Всякая цивилизация словоцентрична, а филолог — хранитель слов. Хорошо бы написать антиутопию о том, как начали вдруг исчезать филологи, а за ними стали исчезать слова. Общество же поощряло только то, что приносило доход, и постепенно дошло до состояния, когда звон денег стал сопровождаться мычанием. Ну, потом, конечно, исчезли и деньги.
При том что христиан, согласно статистике, на Земле треть населения, современный мир, и цивилизованный в том числе, руководствуется, прежде всего, языческими по своей сути понятиями (национальный интерес, корпоративизм, культ власти/контроля над другими людьми/государствами, культ наслаждения и пр.). Вы согласитесь с мыслью, что путь и учение Христа оказались не очень востребованными человечеством?
Те понятия, которые Вы перечислили, не являются специально языческими, они, скорее, общечеловеческие.
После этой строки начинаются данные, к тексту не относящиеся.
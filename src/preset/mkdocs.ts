/**
 * MkDocs (`mkdocs.yml`): content in `docs_dir` (default `docs/`), `use_directory_urls` (default
 * true) picks `/a/b/` or `/a/b.html`, `site_url`'s path is the base path, `nav:` (or its old
 * name `pages:`) is the sidebar of every page, the redirects plugin's `redirect_maps` (old page -> new page or URL) are
 * redirects. Heading ids: Python-Markdown's toc.
 */
import type { PresetReader, PresetRedirect } from './types.js';
import { basePathOf, cleanFolder, count, dig, isRecord, parseConfigText, shownFolder, str, yamlBlock } from './util.js';

export const readMkdocs: PresetReader = (configFile, files) => {
  const notes: string[] = [];
  const text = files.read(configFile) ?? '';
  const parsed = parseConfigText(configFile, text);
  const conf = parsed.ok ? parsed.value : {};
  if (!parsed.ok) notes.push(`${configFile} does not parse (${parsed.error}); MkDocs's defaults used`);
  const docs = cleanFolder(str(conf.docs_dir) ?? 'docs');
  const directory = conf.use_directory_urls !== false;
  const basePath = basePathOf(str(conf.site_url));
  const redirects: PresetRedirect[] = [];
  const plugins = Array.isArray(conf.plugins) ? conf.plugins : [];
  for (const p of plugins) {
    const maps = dig(p, 'redirects', 'redirect_maps');
    if (!isRecord(maps)) continue;
    for (const [from, to] of Object.entries(maps)) {
      if (typeof to !== 'string') continue;
      redirects.push({ from: pageRoute(from, directory), to: /^[a-z][a-z0-9+.-]*:/i.test(to) ? to : pageRoute(to, directory) });
    }
  }
  // `pages:` is the name `nav:` had before MkDocs 1.0; sites written then still carry it.
  const navKey = Array.isArray(conf.nav) ? 'nav' : Array.isArray(conf.pages) ? 'pages' : null;
  const nav = navKey === null ? null : yamlBlock(text, navKey);
  if (navKey === 'pages') notes.push('pages: (the name nav: had before MkDocs 1.0) read as the navigation');
  const parts = [shownFolder(docs)];
  if (nav !== null) parts.push(navKey!);
  if (redirects.length > 0) parts.push(count(redirects.length, 'redirect'));
  return {
    name: 'mkdocs',
    configFile,
    contentDir: docs,
    config: {
      routes: {
        style: directory ? 'directory' : 'html',
        indexNames: ['index', 'README'],
        headingIdsDefault: 'python-markdown',
        ...(basePath === null ? {} : { basePath }),
      },
    },
    // Nav entries are paths relative to docs_dir: the list resolves from the content root.
    navigation: nav === null ? null : { file: configFile.replace(/^.*\//, ''), text: nav, format: 'yaml' },
    redirects,
    parts,
    notes,
  };
};

/** The route MkDocs gives a page path (`a/b.md` -> `/a/b/`, `a/index.md` -> `/a/`). */
function pageRoute(page: string, directory: boolean): string {
  const clean = page.replace(/^\/+/, '').replace(/#.*$/, '');
  const stem = clean.replace(/\.(?:md|markdown)$/i, '');
  if (/(^|\/)(?:index|README)$/i.test(stem)) return `/${stem.replace(/(?:^|\/)?(?:index|README)$/i, '')}/`.replace(/\/+/g, '/');
  return directory ? `/${stem}/` : `/${stem}.html`;
}
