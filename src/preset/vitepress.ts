/**
 * VitePress (`.vitepress/config.{js,ts,mjs,mts}`): the site folder is the one holding
 * `.vitepress/`, pages in `srcDir` (default the site folder) at `name.html` (`cleanUrls: true`:
 * `/name`, found by the same lookup), `base` is the base path and site-absolute links are
 * written below it; `README.md` is a page, only `index.md`
 * stands for its folder. Heading ids: VitePress's. The config file is never run: values are
 * read when they are literals.
 */
import { staticValue } from './static-js.js';
import type { PresetReader } from './types.js';
import { cleanFolder, shownFolder } from './util.js';

export const readVitepress: PresetReader = (configFile, files) => {
  const notes: string[] = [];
  const text = files.read(configFile) ?? '';
  const literal = <T>(key: string, type: 'string' | 'boolean', fallback: T): T => {
    const v = staticValue(text, key);
    if (v === null) return fallback;
    if (v.kind === 'literal' && typeof v.value === type) return v.value as T;
    notes.push(`${key} is not a literal in ${configFile} (${v.kind === 'dynamic' ? v.text : 'another type'}); ${JSON.stringify(fallback)} used`);
    return fallback;
  };
  const srcDir = cleanFolder(literal('srcDir', 'string', '.'));
  const base = literal('base', 'string', '/');
  const clean = literal('cleanUrls', 'boolean', false);
  const parts = [shownFolder(srcDir)];
  if (clean) parts.push('clean URLs');
  return {
    name: 'vitepress',
    configFile,
    contentDir: srcDir,
    config: {
      exclude: ['**/node_modules/**'],
      routes: {
        // Clean URLs drop `.html` but keep the folder: `./b` from `/a/x` is `/a/b`, as with `.html` routes.
        style: 'html',
        absoluteLinksUnderBase: true,
        indexNames: ['index'],
        headingIdsDefault: 'vitepress',
        basePath: base.endsWith('/') ? base : `${base}/`,
      },
    },
    navigation: null,
    redirects: [],
    parts,
    notes,
  };
};
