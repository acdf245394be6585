/**
 * Jekyll (`_config.yml`): content in `source` (default the site folder), `baseurl` is the base
 * path. Routes follow Jekyll's permalink rules (`routes.generator: 'jekyll'`): the site's
 * `permalink` (a built-in style such as `date` or `pretty`, or a pattern) for posts
 * (`[folder/]_posts/YYYY-MM-DD-name.md`, each linked from the previous and next one), its suffix
 * for pages (`name.html`, or `/name/` when it ends in `/`), frontmatter `permalink` patterns, and
 * collections with `output: true` (`_name/`, `/:collection/:path:output_ext` unless the
 * collection says otherwise). Other folders starting with `_` are no pages (`_layouts/`,
 * `_data/`, `_site/`...; files in `_includes/` are part of the pages that include them).
 * `defaults:` that set a permalink by folder or by type apply. `exclude:` is honoured. Files
 * with no front matter are copied, not rendered: no pages. The literal site-absolute links of the
 * layouts (and the includes they pull in) are on every page, as navigation. So are the links
 * a layout writes from a data file by one Liquid shape, read as text: a loop over
 * `site.data.NAME` that includes a file with `items=VAR.KEY`, where that file loops over
 * `include.items` and makes each item a URL with `prepend:`/`append:` strings that reaches an
 * `href` (Jekyll's docs sidebar: `_data/docs.yml` -> `/docs/<item>/`). Heading ids: kramdown's
 * GFM input (GitHub-like) unless `kramdown.input` says otherwise.
 */
import { parse as parseYaml } from 'yaml';
import type { PresetReader } from './types.js';
import { basePathOf, cleanFolder, count, dig, isRecord, parseConfigText, shownFolder, str } from './util.js';

const NOT_PAGES = ['_site/**', '_layouts/**', '_sass/**', '_data/**', '_drafts/**', 'vendor/**', '.jekyll-cache/**'];

export const readJekyll: PresetReader = (configFile, files) => {
  const notes: string[] = [];
  const parsed = parseConfigText(configFile, files.read(configFile) ?? '');
  const conf = parsed.ok ? parsed.value : {};
  if (!parsed.ok) notes.push(`${configFile} does not parse (${parsed.error}); Jekyll's defaults used`);
  const source = cleanFolder(str(conf.source) ?? '.');
  const basePath = basePathOf(str(conf.baseurl));
  const sitePermalink = str(conf.permalink) ?? 'date';
  const exclude = Array.isArray(conf.exclude) ? conf.exclude.filter((e): e is string => typeof e === 'string') : [];
  const input = str(dig(conf, 'kramdown', 'input'));
  const inSource = (p: string): string => (source === '' ? p : `${source}/${p}`);
  const hasPosts = files.exists(inSource('_posts'));
  const permalinks: Record<string, string> = { '*': sitePermalink };
  const collections: string[] = [];
  if (isRecord(conf.collections)) {
    for (const [name, value] of Object.entries(conf.collections)) {
      if (name === 'posts' || !isRecord(value) || value.output !== true) continue;
      collections.push(name);
      permalinks[name] = str(value.permalink) ?? '/:collection/:path:output_ext';
    }
  }
  // Frontmatter defaults that set a permalink, scoped by a folder or by a type alone.
  if (Array.isArray(conf.defaults)) {
    for (const d of conf.defaults) {
      const permalink = str(dig(d, 'values', 'permalink'));
      if (permalink === undefined) continue;
      const path = str(dig(d, 'scope', 'path'));
      const type = str(dig(d, 'scope', 'type'));
      if (path !== undefined && path !== '' && type === undefined) permalinks[`path:${path}`] = permalink;
      else if (type !== undefined && (path === undefined || path === '')) permalinks[`type:${type}`] = permalink;
      else if (path === '' || path === undefined) permalinks['path:'] = permalink;
      else notes.push(`a defaults permalink scoped by both path and type is not applied (${path}, ${type})`);
    }
  }
  // Every other `_folder` is no page (a collection without `output: true` too).
  const underscored = new Set<string>();
  for (const f of files.markdownFiles(source)) {
    const top = f.slice(source === '' ? 0 : source.length + 1).split('/');
    const name = top[0];
    // `_includes/` stays: its files are part of the pages that include them, never pages.
    if (top.length > 1 && name.startsWith('_') && name !== '_posts' && name !== '_includes' && !collections.includes(name.slice(1))) underscored.add(`${name}/**`);
  }
  // Files with no front matter are copied as they are, not rendered (Jekyll reads a page or a
  // document only when it starts with `---`), unless a plugin makes front matter optional.
  const plugins = [...(Array.isArray(conf.plugins) ? conf.plugins : []), ...(Array.isArray(conf.gems) ? conf.gems : [])];
  const copied: string[] = [];
  if (!plugins.includes('jekyll-optional-front-matter')) {
    for (const f of files.files(source, MAX_FILES)) {
      const rel = source === '' ? f : f.slice(source.length + 1);
      if (!/\.(?:md|markdown|mdx|html?)$/i.test(rel) || /^_(?:site|layouts|includes|sass|data|drafts)\//.test(rel) || rel.startsWith('vendor/')) continue;
      if (exclude.some((e) => rel === e.replace(/\/+$/, '') || rel.startsWith(`${e.replace(/\/+$/, '')}/`))) continue;
      const text = files.read(f);
      if (text !== null && !/^\uFEFF?---[ \t]*\r?\n/.test(text)) copied.push(rel);
    }
  }
  if (copied.length > 0) notes.push(`${count(copied.length, 'file')} with no front matter copied as ${copied.length === 1 ? 'it is' : 'they are'}, not pages (${copied.slice(0, 3).join(', ')}${copied.length > 3 ? ', ...' : ''})`);
  // The layouts and the includes they pull in are around every page: their literal site-absolute
  // links are template links (Liquid is not run: links it computes are not known).
  const chrome = layoutLinks(files, inSource);
  const parts = [shownFolder(source)];
  if (hasPosts) parts.push('_posts/');
  if (collections.length > 0) parts.push(count(collections.length, 'collection'));
  if (str(conf.permalink) !== undefined) parts.push(`permalink ${sitePermalink}`);
  return {
    name: 'jekyll',
    configFile,
    contentDir: source,
    config: {
      exclude: [
        ...new Set([...NOT_PAGES, ...[...underscored].sort()]),
        ...exclude.map((e) => (/[*?]/.test(e) || /\.\w+$/.test(e) ? e : `${e.replace(/\/+$/, '')}/**`)),
        ...copied.map(escapeGlob),
      ],
      routes: {
        style: sitePermalink === 'pretty' || sitePermalink.endsWith('/') ? 'directory' : 'html',
        indexNames: ['index'],
        headingIdsDefault: input !== undefined && input.toLowerCase() !== 'gfm' ? 'kramdown' : 'github',
        generator: 'jekyll',
        permalinks,
        ...(hasPosts ? { folders: { _posts: '/' }, dated: ['_posts'] } : {}),
        ...(basePath === null ? {} : { basePath }),
      },
      ...(hasPosts ? { generated: { postFolders: ['_posts'] } } : {}),
    },
    navigation: chrome.links.length === 0 ? null : { file: '_layouts', text: chrome.links.map((l) => `- ${JSON.stringify(l)}`).join('\n'), format: 'yaml' },
    redirects: [],
    parts: [
      ...parts,
      ...(chrome.literal === 0 ? [] : [`${count(chrome.literal, 'link')} in ${count(chrome.files, 'layout file')}`]),
      ...chrome.data.map((d) => `${count(d.links, 'link')} from ${d.file} (looped by ${d.by})`),
    ],
    notes,
  };
};

/** Files looked at for front matter, at most. */
const MAX_FILES = 20000;

/** A path as a glob that matches only itself. */
function escapeGlob(path: string): string {
  return path.replace(/[*?[\]{}()!@+\\]/g, (c) => `\\${c}`);
}

/** Links a layout writes from a data file: how many, the data file, the include that writes them. */
interface DataLinks {
  readonly file: string;
  readonly by: string;
  readonly links: number;
}

/**
 * The literal site-absolute links of `<a>` elements (`href="/news/"`, with `{{ site.baseurl }}` in front read as
 * nothing) of `_layouts/*.html` and of the `_includes/` files they include, recursively, and
 * the links they write from data files (see the module comment).
 */
function layoutLinks(files: Parameters<PresetReader>[1], inSource: (p: string) => string): { links: string[]; files: number; literal: number; data: DataLinks[] } {
  const layouts = files.exists(inSource('_layouts')) ? files.files(inSource('_layouts'), 500).filter((f) => /\.html?$/i.test(f)) : [];
  const queue = [...layouts];
  const seen = new Set<string>();
  const links = new Set<string>();
  const dataLinks = new Set<string>();
  const data = new Map<string, DataLinks>();
  const liquid = (path: string): string =>
    (files.read(path) ?? '').replace(/\{%-?\s*comment\s*-?%\}[\s\S]*?\{%-?\s*endcomment\s*-?%\}/g, '').replace(/<!--[\s\S]*?-->/g, '');
  while (queue.length > 0) {
    const path = queue.shift() as string;
    if (seen.has(path)) continue;
    seen.add(path);
    const text = liquid(path);
    for (const m of text.matchAll(/\{%-?\s*include\s+([\w./-]+)/g)) queue.push(inSource(`_includes/${m[1]}`));
    for (const m of text.matchAll(/<a\s[^>]*?\bhref\s*=\s*"([^"]*)"/gi)) {
      const href = m[1].replace(/^\{\{-?\s*site\.baseurl\s*-?\}\}/, '');
      if (href.startsWith('/') && !href.startsWith('//') && !/\{[{%]/.test(href)) links.add(href);
    }
    // `{% for section in site.data.docs %} ... {% include docs_ul.html items=section.docs %}`
    for (const loop of text.matchAll(/\{%-?\s*for\s+(\w+)\s+in\s+site\.data\.([\w-]+)\s*-?%\}/g)) {
      const include = new RegExp(`\\{%-?\\s*include\\s+([\\w./-]+)\\s+items\\s*=\\s*${loop[1]}\\.(\\w+)\\s*-?%\\}`, 'g');
      for (const inc of text.matchAll(include)) {
        const incPath = inSource(`_includes/${inc[1]}`);
        const url = itemUrl(liquid(incPath));
        if (url === null) continue;
        const dataFile = ['yml', 'yaml', 'json'].map((ext) => inSource(`_data/${loop[2]}.${ext}`)).find((f) => files.read(f) !== null);
        if (dataFile === undefined) continue;
        let value: unknown;
        try {
          value = parseYaml(files.read(dataFile) ?? '', { logLevel: 'silent' });
        } catch {
          continue;
        }
        if (!Array.isArray(value)) continue;
        let n = 0;
        for (const entry of value) {
          const items = isRecord(entry) ? entry[inc[2]] : undefined;
          if (!Array.isArray(items)) continue;
          for (const item of items) {
            if (typeof item !== 'string' && typeof item !== 'number') continue;
            const href = `${url.prepend}${item}${url.append}`;
            if (!href.startsWith('/') || href.startsWith('//')) continue;
            n++;
            dataLinks.add(href);
          }
        }
        const key = `${dataFile}\0${incPath}`;
        if (n > 0 && !data.has(key)) data.set(key, { file: dataFile, by: incPath, links: n });
      }
    }
  }
  return {
    links: [...new Set([...links, ...dataLinks])].sort(),
    files: [...seen].filter((p) => files.read(p) !== null).length,
    literal: links.size,
    data: [...data.values()],
  };
}

/**
 * How an included file makes a URL of each of `include.items`:
 * `{% for item in include.items %}` (or `assign items = include.items` then `for item in items`),
 * `{% assign item_url = item | prepend:"/docs/" | append:"/" %}`, and `item_url` reaching an
 * `href` (written there, or compared with a page's url that is written there). Null otherwise.
 */
function itemUrl(text: string): { prepend: string; append: string } | null {
  const alias = /\{%-?\s*assign\s+(\w+)\s*=\s*include\.items\s*-?%\}/.exec(text)?.[1];
  const loop = new RegExp(`\\{%-?\\s*for\\s+(\\w+)\\s+in\\s+(?:include\\.items${alias === undefined ? '' : `|${alias}`})\\s*-?%\\}`).exec(text);
  if (loop === null) return null;
  const assign = new RegExp(
    `\\{%-?\\s*assign\\s+(\\w+)\\s*=\\s*${loop[1]}\\s*\\|\\s*prepend\\s*:\\s*(?:"([^"]*)"|'([^']*)')\\s*(?:\\|\\s*append\\s*:\\s*(?:"([^"]*)"|'([^']*)')\\s*)?-?%\\}`,
  ).exec(text);
  if (assign === null) return null;
  const v = assign[1];
  const after = text.slice(assign.index + assign[0].length);
  const written = new RegExp(`href\\s*=\\s*"[^"]*\\{\\{-?\\s*${v}\\s*-?\\}\\}`).test(after);
  const compared = new RegExp(`\\{%-?\\s*if\\s+(\\w+)\\.url\\s*==\\s*${v}\\s*-?%\\}`).exec(after);
  const comparedWritten = compared !== null && new RegExp(`href\\s*=\\s*"[^"]*\\{\\{-?\\s*${compared[1]}\\.url\\s*-?\\}\\}`).test(after);
  if (!written && !comparedWritten) return null;
  return { prepend: assign[2] ?? assign[3] ?? '', append: assign[4] ?? assign[5] ?? '' };
}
Что же касается востребованности христианства, то я бы не говорил о человечестве в целом. Кем-то оно востребовано, кем-то нет. Но ведь, судя по поговорке «Всяк крестится, да не всяк молится», это было и раньше, в те времена, когда принадлежность к той или иной конфессии была делом обязательным. Массовое, в силу общественных условий, посещение церкви еще не говорит о духовном благополучии — вспомните, чем окончился синодальный период русской церкви. Сейчас этой массовости нет, но есть свобода выбора, а свободно принятое решение имеет особую цену.
На Ваш взгляд, в популярном на сегодня понимании свободы как следования своим желаниям есть какая-то системная ошибка?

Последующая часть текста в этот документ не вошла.